The film is visually constructed well, too, with Reeves again trying to use as many practical effects and sets as possible. Mostly set in a snowy military base in Northern California, there are plenty of moments of visual awe to behold. In what is basically Ape Auschwitz, Reeves sets up plenty of simple and subtle visual cues to concentration camps that I was impressed by.


However then he feared that the audience would be too stupid to understand a “Schindler’s List” reference, so he takes things one step further to ensure everyone gets that this prison is a bad place and the humans are evil. It’s this refusal to stay subtle that is one of my biggest faults with the film.


If there was a dedication to subtlety here then I would appreciate the film a whole lot more, but Reeves (who also co-wrote the script) doesn’t trust his audience to be able to understand imagery. Instead, he chooses to have Caesar have continuous hallucinations of his former ape rival to show the audience that eventually all apes (and people) fall victim to hate. Visual similarities to a Nazi concentration camp not clear enough? Let’s have the victims start getting whipped to liken things to slavery. And much like “Captain America: Civil War” there’s the overlying message that revenge is bad and won’t bring the people you love people back, no matter how much you try; children’s stuff.


The final conflict is impressive and surely where a lot of the $150 million budget went, but much like “Dawn” it’s just never as much fun as it should be.


“War for the Planet of the Apes” is going to be about as good as you thought “Dawn” was. If Serkis’ motion capture performance and the imagery of apes riding horses through a post-apocalyptic landscape is enough for you then you’ll enjoy it; but if you like films with engaging narratives and emotional payoffs, then this will be yet another disappointment.


Critics Rating: 5/10


‘Spider-Man: Homecoming’ a Welcome Return-to-Form for the Character


Much like Kevin Spacey, I always seem to forget how much I love Michael Keaton until I see Michael Keaton pop up on screen.


“Spider-Man: Homecoming” is the second reboot in five years of the character, and features Tom Holland reprising his role as the titular hero from last year’s “Captain America: Civil War.” This time we skip over all the origin stories and Uncle Ben’s death and get right into Peter Parker trying to be a friendly neighborhood Spider-Man, until a new supervillain named Vulture (Keaton) threatens New York City with dangerous weapons. Jon Favreau, Jacob Batalon, Marisa Tomei and Robert Downey Jr. also star as Jon Watts directs.

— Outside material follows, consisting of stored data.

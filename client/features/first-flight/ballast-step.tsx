import { Button } from '#client/components/ui/button.tsx';
import { NumberField } from '#client/components/ui/number-field.tsx';
import { useUnits } from '#client/lib/units.ts';
import type { BallastChoice } from '#shared/core/field/ballast-pieces.ts';
import type { FieldFigures } from '#shared/core/field/field-account.ts';
import { loadingOf, speedAt } from '#shared/core/loading.ts';
import type { Plan } from '#shared/core/plan.ts';
import { LIMITS } from '#shared/schemas/limits.ts';
import { ballastAdvice, refusalWords, usualPlace } from './ballast-advice.ts';
import type { FlightDraft } from './draft.ts';
import { FittedList } from './fitted-list.tsx';
import { PiecesFields } from './pieces-fields.tsx';
import type { ChangeDraft } from './use-draft.ts';
import type { FieldFacts } from './use-flight.ts';
import type { WantedRange } from './wanted-range.ts';

interface BallastStepProps {
  draft: FlightDraft;
  change: ChangeDraft;
  facts: FieldFacts;
  plan: Plan;
  flown: FieldFigures;
  range: WantedRange | null;
  gliderId: string;
}

/** What to put in, where, from what is at hand; and what is in already. */
export function BallastStep({ draft, change, facts, plan, flown, range, gliderId }: BallastStepProps) {
  const units = useUnits();
  const { terms, sources } = facts;
  const at = draft.at ?? terms?.ballastAt ?? usualPlace(plan);
  const pieces = draft.pieces ?? terms?.pieces ?? [];
  const aboard = draft.ballast.reduce((sum, { mass }) => sum + mass, 0);
  const advice = range && ballastAdvice({ flown, range, at, pieces, terms, aboard });
  const found = advice && !('refused' in advice) ? advice : null;
  const place = `${units.format(Math.abs(at), 'length')} ${at < 0 ? 'ahead of' : 'aft of'} the datum`;
  const fit = (choice: BallastChoice) => {
    const named = choice.pieces.map(({ id, mass }) => ({
      name: pieces.find((piece) => piece.id === id)?.name ?? 'Putty or lead',
      mass,
      x: at,
      y: 0,
    }));
    // What is in the model is no longer at hand.
    const left = draft.pieces ?? terms?.pieces ?? null;
    const rest = left?.flatMap((piece) => {
      const taken = choice.pieces.find(({ id }) => id === piece.id)?.mass ?? 0;
      return piece.mass - taken > 1e-6 ? [{ ...piece, mass: piece.mass - taken }] : [];
    });
    change({ ballast: [...draft.ballast, ...named], pieces: rest ?? null });
  };
  return (
    <div className="mt-4">
      {found && found.ballast > 0 && (
        <>
          <p className="text-heading font-semibold">
            Add {units.format(found.ballast, 'mass')}, {place}
          </p>
          {pieces.length > 0 && <p>{piecesWords(found, pieces, units)}</p>}
          <p className="text-graphite">{thenWords(found, sources.wing?.area ?? null, plan, units)}</p>
          <Button variant="primary" className="mt-2 min-h-12 w-full sm:w-auto" onClick={() => fit(found)}>
            It is fitted
          </Button>
        </>
      )}
      {found?.ballast === 0 && <p className="font-semibold">No ballast is needed.</p>}
      {found !== null && found.missing > 0 && (
        <p className="mt-1">
          Its class asks for {units.format(found.missing, 'mass')} more: put them at the balance point, where
          they move nothing.
        </p>
      )}
      {advice && 'refused' in advice && <p className="font-semibold">{refusalWords(advice, at, units)}</p>}
      <FittedList draft={draft} change={change} />
      <details className="mt-1">
        <summary className="opens flex min-h-11 items-center text-note font-semibold">
          Elsewhere, and the pieces at hand
        </summary>
        <NumberField
          label="Ballast goes in at"
          quantity="length"
          value={at}
          min={LIMITS.coordinateMm.min}
          max={LIMITS.coordinateMm.max}
          hint="aft of the datum; ahead of it is a minus"
          onChange={(value) => value !== null && change({ at: value })}
        />
        <PiecesFields
          pieces={pieces}
          onChange={(next) => change({ pieces: next })}
          terms={terms}
          at={at}
          gliderId={gliderId}
        />
      </details>
    </div>
  );
}

function piecesWords(
  { pieces: taken }: BallastChoice,
  pieces: readonly { id: string; name: string }[],
  units: ReturnType<typeof useUnits>,
): string {
  const names = taken.map(
    ({ id, mass }) =>
      `${pieces.find((piece) => piece.id === id)?.name ?? id} (${units.format(mass, 'mass')})`,
  );
  return `From what is at hand: ${names.join(', ')}.`;
}

function thenWords(
  { mass, x }: BallastChoice,
  area: number | null,
  plan: Plan,
  units: ReturnType<typeof useUnits>,
): string {
  const loading = area === null ? null : loadingOf(mass, area);
  const stall =
    area === null ? null : speedAt(mass, area, plan.flight?.clMax ?? 1, plan.flight?.airDensity ?? 1.225);
  return [
    `Then it balances at ${units.format(x, 'length')}, ${units.format(mass, 'mass')}`,
    ...(loading === null ? [] : [units.format(loading, 'loading')]),
    ...(stall === null ? [] : [`stall ${units.format(stall, 'speed')}`]),
  ].join(', ');
}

I love the character of Spider-Man. He’s no Batman (duh) but when done right there is something about a sarcastic teenager in red, white and blue spandex that is just impossible not to find enjoyable. Sam Raimi’s first film back in 2002 redefined the modern superhero genre (and literally changed the start date of the summer movie season from Memorial Day to first weekend of May) and “Spider-Man 2” is universally accepted as one of-if not the-greatest superhero films of all-time. The third film then had a mixed response while the Andrew Garfield reboot series (if you want to call two films no one liked a “series”) were a colossal misfire that resulted in Sony negotiating a deal to give the character back to Marvel, and it will be interesting to see how history remembers those two outings. But enough Spidey history, let’s get talking about this latest rendition.


Just like in “Civil War” Tom Holland shines here. He is just so darn charming, innocent and likable, and that’s just as Peter Parker. His Spider-Man has all the quips that Garfield’s was missing (saying “wait a minute, you guys aren’t the real Avengers!” to a group of bank robbers in Halloween masks) and he is just so much fun and it is clear that Holland himself is having a blast in the role of a lifetime.

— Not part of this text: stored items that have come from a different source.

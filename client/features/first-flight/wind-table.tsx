import { RowTh, Table, Td, Th, Tr } from '#client/components/ui/table.tsx';
import { useUnits } from '#client/lib/units.ts';
import { windSteps } from '#shared/core/field/wind-ballast.ts';
import type { Plan } from '#shared/core/plan.ts';
import { formatNumber } from '#shared/format/numbers.ts';

interface WindTableProps {
  /** g, as it is flown */
  mass: number;
  /** mm² */
  area: number;
  plan: Pick<Plan, 'flight'>;
  /** greatest mass of its class, g */
  most: number | null;
}

/** Share of the greatest lift coefficient at which it is trimmed to glide. Common practice, no source. */
const TRIM = 0.6;

/** Steps that suit the model: a twentieth of it, in whole grams that are handy. */
function stepsFor(mass: number): number[] {
  const step = [1, 2, 5, 10, 20, 50, 100].find((one) => one >= mass / 25) ?? 200;
  return [0, 1, 2, 3, 4, 5].map((times) => times * step);
}

/** What ballast at the balance point makes of loading and speeds on a windy day; the balance stays. */
export function WindTable({ mass, area, plan, most }: WindTableProps) {
  const units = useUnits();
  const { clMax = 1, airDensity = 1.225 } = plan.flight ?? {};
  const steps = windSteps({ mass, area, clMax, cl: clMax * TRIM, density: airDensity }, stepsFor(mass));
  const bare = { bare: true };
  return (
    <details className="mt-1">
      <summary className="opens flex min-h-11 items-center text-note font-semibold">Ballast for wind</summary>
      <p className="text-note text-graphite">
        At the balance point, where it moves nothing. Glide is told at {formatNumber(TRIM * 100, 0)} % of the
        greatest lift.
      </p>
      <Table caption="Ballast for wind" className="mt-1">
        <thead>
          <tr>
            <Th>Add {units.label('mass')}</Th>
            <Th numeric>{units.label('loading')}</Th>
            <Th numeric>Stall {units.label('speed')}</Th>
            <Th numeric>Glide {units.label('speed')}</Th>
            <Th numeric>Faster</Th>
          </tr>
        </thead>
        <tbody>
          {steps
            .filter((step) => most === null || step.mass <= most || step.ballast === 0)
            .map((step) => (
              <Tr key={step.ballast}>
                <RowTh>{units.format(step.ballast, 'mass', bare)}</RowTh>
                <Td numeric>{units.format(step.loading, 'loading', bare)}</Td>
                <Td numeric>{units.format(step.stall, 'speed', bare)}</Td>
                <Td numeric>{units.format(step.trim, 'speed', bare)}</Td>
                <Td numeric>×{formatNumber(step.faster, 2)}</Td>
              </Tr>
            ))}
        </tbody>
      </Table>
    </details>
  );
}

The supporting cast are all great, too, with Robert Downey Jr. reprising his role as Tony Stark aka Iron Man, acting both as a bridge for the Marvel Cinematic Universe and this reboot series as well as Peter’s father figure since we don’t get an Uncle Ben this time around. Downey isn’t in the film all too much (every scene he has is in the trailer) but he is as sarcastic and witty as one may hope. Marisa Tomei has some genuine moments as Aunt May, and chooses to make this version of the character a little more nerdy and “try hard” (and clearly younger) than Rosemary Harris’ elderly, always worried take.


Michael Keaton is arguably one of the better villains that the MCU has seen, although that bar isn’t set too high. A blue-collar worker screwed over by a rigged system, Keaton doesn’t want world domination he just wants to make money while getting back at the elites. He gets some scenery to chew and has one genuinely tension-filled scene but overall he feels slightly underused, but it was still great to see him in a villain role, and continuing his mini-career renaissance of his.

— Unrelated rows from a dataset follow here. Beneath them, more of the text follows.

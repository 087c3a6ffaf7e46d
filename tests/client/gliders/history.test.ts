import { describe, expect, it } from 'vitest';
import { changed, redone, startHistory, undone } from '#client/features/gliders/history.ts';

describe('history', () => {
  it('takes quick repeats of one change back together', () => {
    let history = startHistory(1);
    history = changed(history, 2, 'span', 0);
    history = changed(history, 3, 'span', 500);
    expect(undone(history).present).toBe(1);
  });

  it('keeps slow repeats, and quick changes of different things, apart', () => {
    const slow = changed(changed(startHistory(1), 2, 'span', 0), 3, 'span', 5000);
    const different = changed(changed(startHistory(1), 2, 'span', 0), 3, 'chord', 100);
    expect([undone(slow).present, undone(different).present]).toEqual([2, 2]);
  });

  it('brings back what was taken back, until something new is done', () => {
    const back = undone(changed(startHistory(1), 2, 'span', 0));
    expect(redone(back).present).toBe(2);
    expect(redone(changed(back, 7, 'span', 9000)).present).toBe(7);
  });

  it('does not join a change to one that was taken back', () => {
    const back = undone(changed(changed(startHistory(1), 2, 'a', 0), 3, 'span', 5000));
    expect(undone(changed(back, 4, 'span', 5100)).present).toBe(2);
  });

  it('stays where it is at either end', () => {
    const history = startHistory(1);
    expect([undone(history), redone(history)]).toEqual([history, history]);
  });
});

There really isn’t too much action here to speak of, a lot of the film focuses on Peter trying to balance high school and being Spider-Man, and he isn’t always punching men in big flying monster suits; more often than not he’s stopping bike thieves and helping give old ladies directions. When the action does hit it is as clean and fun as any film with a $175 million budget and the Marvel brand slapped on it can expect to be, and is all the more impressive coming from a director who had only made small indie dramas (see Watts’ “Cop Car” if you haven’t).


What holds this back from the levels of Raimi’s first two films is a bit of a sloppy narrative here and there. The film isn’t always focused on Vulture and his plan, it just cuts back to him every now and again for a while to remind you that eventually we’re going to get to a big confrontation with him and Spider-Man. There were six screenwriters on this and it’s clear, sometimes the balance between big-budget superhero blockbluster and coming-of-age comedy are seamless, other times they’re jarring.


The film’s trailers also ruin *a lot* so if you have managed to avoid seeing the four of them up to this point, try to keep it that way. Scenes will be going on and suddenly you’ll realize you know exactly how things are going to play out because the trailers all spoil it.


“Spider-Man: Homecoming” is a welcome return to form for the titular character and a nice little side-entry into the MCU. When I saw “Spider-Man 2” in theaters as a 10 year old it was the first time I was ever truly left speechless by a film’s greatness; and although “Homecoming” isn’t perfect, it does bring me joy knowing that today’s kids finally have a Spider-Man worthy of being looked up to and enjoyed, because leaving them with Andrew Garfield’s would have been a travesty.


Critics Rating: 7/10

Sony Pictures

Sony Pictures

This ‘House’ Built on a Pile of Wasted Talent


Will Ferrell really needs to stop making R-rated comedies, they’re never good.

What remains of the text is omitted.